Here’s a quick workflow of what I’ve done below:

Load data and explore
Data Pre-processing
Dropped Features
One Hot Encoding
Feature Engineering
Model Training

Good Luck!

Note: For more feature engineering ideas, spend time on exploring data by loan_status variable. For categorical vs categorical data, create dodged bar plots. For categorical vs continuous data, create density plots and use fill=as.factor(loan_status).

To helpthe community, feel free to contribute the equivalent python / C ++ script in the comments below.

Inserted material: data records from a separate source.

impl Dense {
    fn factor(a: &Sparse) -> Self {
        let n = a.rows;
        let mut l = vec![0.0; n * n];
        for i in 0..n {
            for k in a.start[i]..a.start[i + 1] {
                l[i * n + a.col[k] as usize] = a.val[k];
            }
        }
        for j in 0..n {
            let mut d = l[j * n + j];
            for k in 0..j {
                d -= l[j * n + k] * l[j * n + k];
            }
            let d = if d > 0.0 { d.sqrt() } else { l[j * n + j].abs().sqrt().max(1e-300) };
            l[j * n + j] = d;
            for i in j + 1..n {
                let mut s = l[i * n + j];
                for k in 0..j {
                    s -= l[i * n + k] * l[j * n + k];
                }
                l[i * n + j] = s / d;
            }
        }
        Dense { n, l }
    }

    fn solve(&self, b: &[f64], x: &mut [f64]) {
        let n = self.n;
        for i in 0..n {
            let row = &self.l[i * n..i * n + i];
            let s = b[i] - row.iter().zip(&x[..i]).map(|(l, x)| l * x).sum::<f64>();
            x[i] = s / self.l[i * n + i];
        }
        for i in (0..n).rev() {
            let mut s = x[i];
            for (k, xk) in x.iter().enumerate().skip(i + 1) {
                s -= self.l[k * n + i] * xk;
            }
            x[i] = s / self.l[i * n + i];
        }
    }
}

/// A sparse matrix in single precision, for the cycle (the setup is in double precision).
#[derive(Debug, Clone, Default)]
struct Sparse32 {
    rows: usize,
    start: Vec<usize>,
    col: Vec<u32>,
    val: Vec<f32>,
}

impl Sparse32 {
    fn from(a: &Sparse) -> Self {
        Sparse32 {
            rows: a.rows,
            start: a.start.clone(),
            col: a.col.clone(),
            val: a.val.iter().map(|&v| v as f32).collect(),
        }
    }

    #[inline]
    fn row_dot(&self, i: usize, x: &[f32]) -> f32 {
        let mut s = 0.0f32;
        for k in self.start[i]..self.start[i + 1] {
            s += self.val[k] * x[self.col[k] as usize];
        }
        s
    }

    /// `y = A x` or `y += A x`.
    fn mul(&self, x: &[f32], y: &mut [f32], add: bool) {
        par_rows32(&mut y[..self.rows], |i, yi| if add { yi + self.row_dot(i, x) } else { self.row_dot(i, x) });
    }
}

/// [`par_rows`] for single precision.
fn par_rows32(y: &mut [f32], f: impl Fn(usize, f32) -> f32 + Sync) {
    if y.len() <= SERIAL {
        for (i, yi) in y.iter_mut().enumerate() {
            *yi = f(i, *yi);
        }
        return;
    }
    use rayon::prelude::*;
    y.par_chunks_mut(CHUNK).enumerate().for_each(|(c, ys)| {
        for (k, yi) in ys.iter_mut().enumerate() {
            *yi = f(c * CHUNK + k, *yi);
        }
    });
}

/// One level of the cycle, in single precision: a V-cycle is a preconditioner, its rounding
/// only changes how fast the double-precision conjugate gradients converge, not their result.
#[derive(Debug, Clone)]
struct Level {
    a: Sparse32,
    inv_diag: Vec<f32>,
    /// Position of the diagonal entry in each row (columns are sorted).
    dpos: Vec<usize>,
    p: Sparse32,
    r: Sparse32,
    /// Work vectors: solution, right-hand side, residual of this level.
    x: Vec<f32>,
    b: Vec<f32>,
    res: Vec<f32>,
}

/// The multigrid hierarchy of one matrix.
#[derive(Debug, Clone)]
pub struct Amg {
    levels: Vec<Level>,
    coarse: Dense,
    coarse_b: Vec<f64>,
    coarse_x: Vec<f64>,
    coarse_b32: Vec<f32>,
    coarse_x32: Vec<f32>,
}

impl Amg {
    /// Builds the hierarchy of a symmetric positive definite M-matrix.
    pub fn new(a: Sparse) -> Self {
        let mut levels = Vec::new();
        let mut cur = a;
        while cur.rows > COARSEST && levels.len() < 25 {
            let diag = cur.diagonal();
            let (agg, nc) = aggregate(&cur, &diag);
            if nc as f64 > 0.9 * cur.rows as f64 || nc == 0 {
                break;
            }
            let p = smoothed_prolongator(&cur, &diag, &agg, nc);
            let r = p.transpose();
            let coarse = r.product(&cur.product(&p));
            let n = cur.rows;
            let dpos = (0..n)
                .map(|i| (cur.start[i]..cur.start[i + 1]).find(|&k| cur.col[k] as usize == i).unwrap_or(cur.start[i]))
                .collect();
            levels.push(Level {
                a: Sparse32::from(&cur),
                inv_diag: diag.iter().map(|&d| (1.0 / d) as f32).collect(),
                dpos,
                p: Sparse32::from(&p),
                r: Sparse32::from(&r),
                x: vec![0.0; n],
                b: vec![0.0; n],
                res: vec![0.0; n],
            });
            cur = coarse;
        }
        let n = cur.rows;
        Amg {
            levels,
            coarse: Dense::factor(&cur),
            coarse_b: vec![0.0; n],
            coarse_x: vec![0.0; n],
            coarse_b32: vec![0.0; n],
            coarse_x32: vec![0.0; n],
        }
    }

    /// Number of levels, the direct coarsest one included.
    pub fn depth(&self) -> usize {
        self.levels.len() + 1
    }

    /// `z = M^-1 r`: one V-cycle from a zero guess.
    pub fn apply(&mut self, r: &[f64], z: &mut [f64]) {
        if self.levels.is_empty() {
            self.coarse.solve(r, z);
            return;
        }
        // Scaled into single precision's range; the cycle is linear, so the scale comes back out.
        let scale = r.iter().fold(0.0f64, |m, v| m.max(v.abs()));
        if scale == 0.0 {
            z.iter_mut().for_each(|v| *v = 0.0);
            return;
        }
        for (b, &v) in self.levels[0].b.iter_mut().zip(r) {
            *b = (v / scale) as f32;
        }
        self.cycle(0);
        for (zi, &x) in z.iter_mut().zip(&self.levels[0].x) {
            *zi = x as f64 * scale;
        }
    }

    fn cycle(&mut self, k: usize) {
        let (head, tail) = self.levels.split_at_mut(k + 1);
        let lv = &mut head[k];
        // Forward Gauss-Seidel from x = 0 is forward substitution with the lower triangle, and
        // leaves the residual -U x (the upper triangle's part): half the work of a sweep plus a
        // residual.
        forward_from_zero(&lv.a, &lv.dpos, &lv.inv_diag, &lv.b, &mut lv.x);
        upper_residual(&lv.a, &lv.dpos, &lv.x, &mut lv.res);
        if let Some(next) = tail.first_mut() {
            lv.r.mul(&lv.res, &mut next.b, false);
            self.cycle(k + 1);
            let (head, tail) = self.levels.split_at_mut(k + 1);
            head[k].p.mul(&tail[0].x, &mut head[k].x, true);
        } else {
            lv.r.mul(&lv.res, &mut self.coarse_b32, false);
            for (b, &v) in self.coarse_b.iter_mut().zip(&self.coarse_b32) {
                *b = v as f64;
            }
            self.coarse.solve(&self.coarse_b, &mut self.coarse_x);
            for (x32, &v) in self.coarse_x32.iter_mut().zip(&self.coarse_x) {
                *x32 = v as f32;
            }
            lv.p.mul(&self.coarse_x32, &mut lv.x, true);
        }
        let lv = &mut self.levels[k];
        backward_gauss_seidel(&lv.a, &lv.inv_diag, &lv.b, &mut lv.x);
    }
}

Update: You can get python script for this solution from Jin Cong Ho’s comment below.

Script (R)

	path <- "/home//Desktop/MLC01/"
	setwd(path)

	# Load data and libraries -------------------------------------------------

	library(data.table)
	library(h2o)
	library(caret)
	library(stringr)
	library(e1071)

	train <- fread("train_indessa.csv",na.strings = c(""," ",NA))
	test <- fread("test_indessa.csv",na.strings = c(""," ",NA))

	# Check Data --------------------------------------------------------------

	dim(train)
	dim(test)

	str(train)
	str(test)


	# Data Preprocessing ---------------------------------------


	# Check correlation and remove correlated variables -----------------------

	num_col <- colnames(train)[sapply(train, is.numeric)]
	num_col <- num_col[!(num_col %in% c("member_id","loan_status"))]

	corrplot::corrplot(cor(train[,num_col,with=F]),method = "number")

	train[,c("funded_amnt","funded_amnt_inv","collection_recovery_fee") := NULL]
	test[,c("funded_amnt","funded_amnt_inv","collection_recovery_fee") := NULL]


	# Extract term value and convert to integer -------------------------------

	train[,term := unlist(str_extract_all(string = term,pattern = "\\d+"))]
	test[,term := unlist(str_extract_all(string = term,pattern = "\\d+"))]

	train[,term := as.integer(term)]
	test[,term := as.integer(term)]


	# Fix emp_length variable and extract values ------------------------------

	train[emp_length == "n/a", emp_length := -1]
	train[emp_length == "< 1 year", emp_length := 0]
	train[,emp_length := unlist(str_extract_all(emp_length,pattern = "\\d+"))]
	train[,emp_length := as.integer(emp_length)]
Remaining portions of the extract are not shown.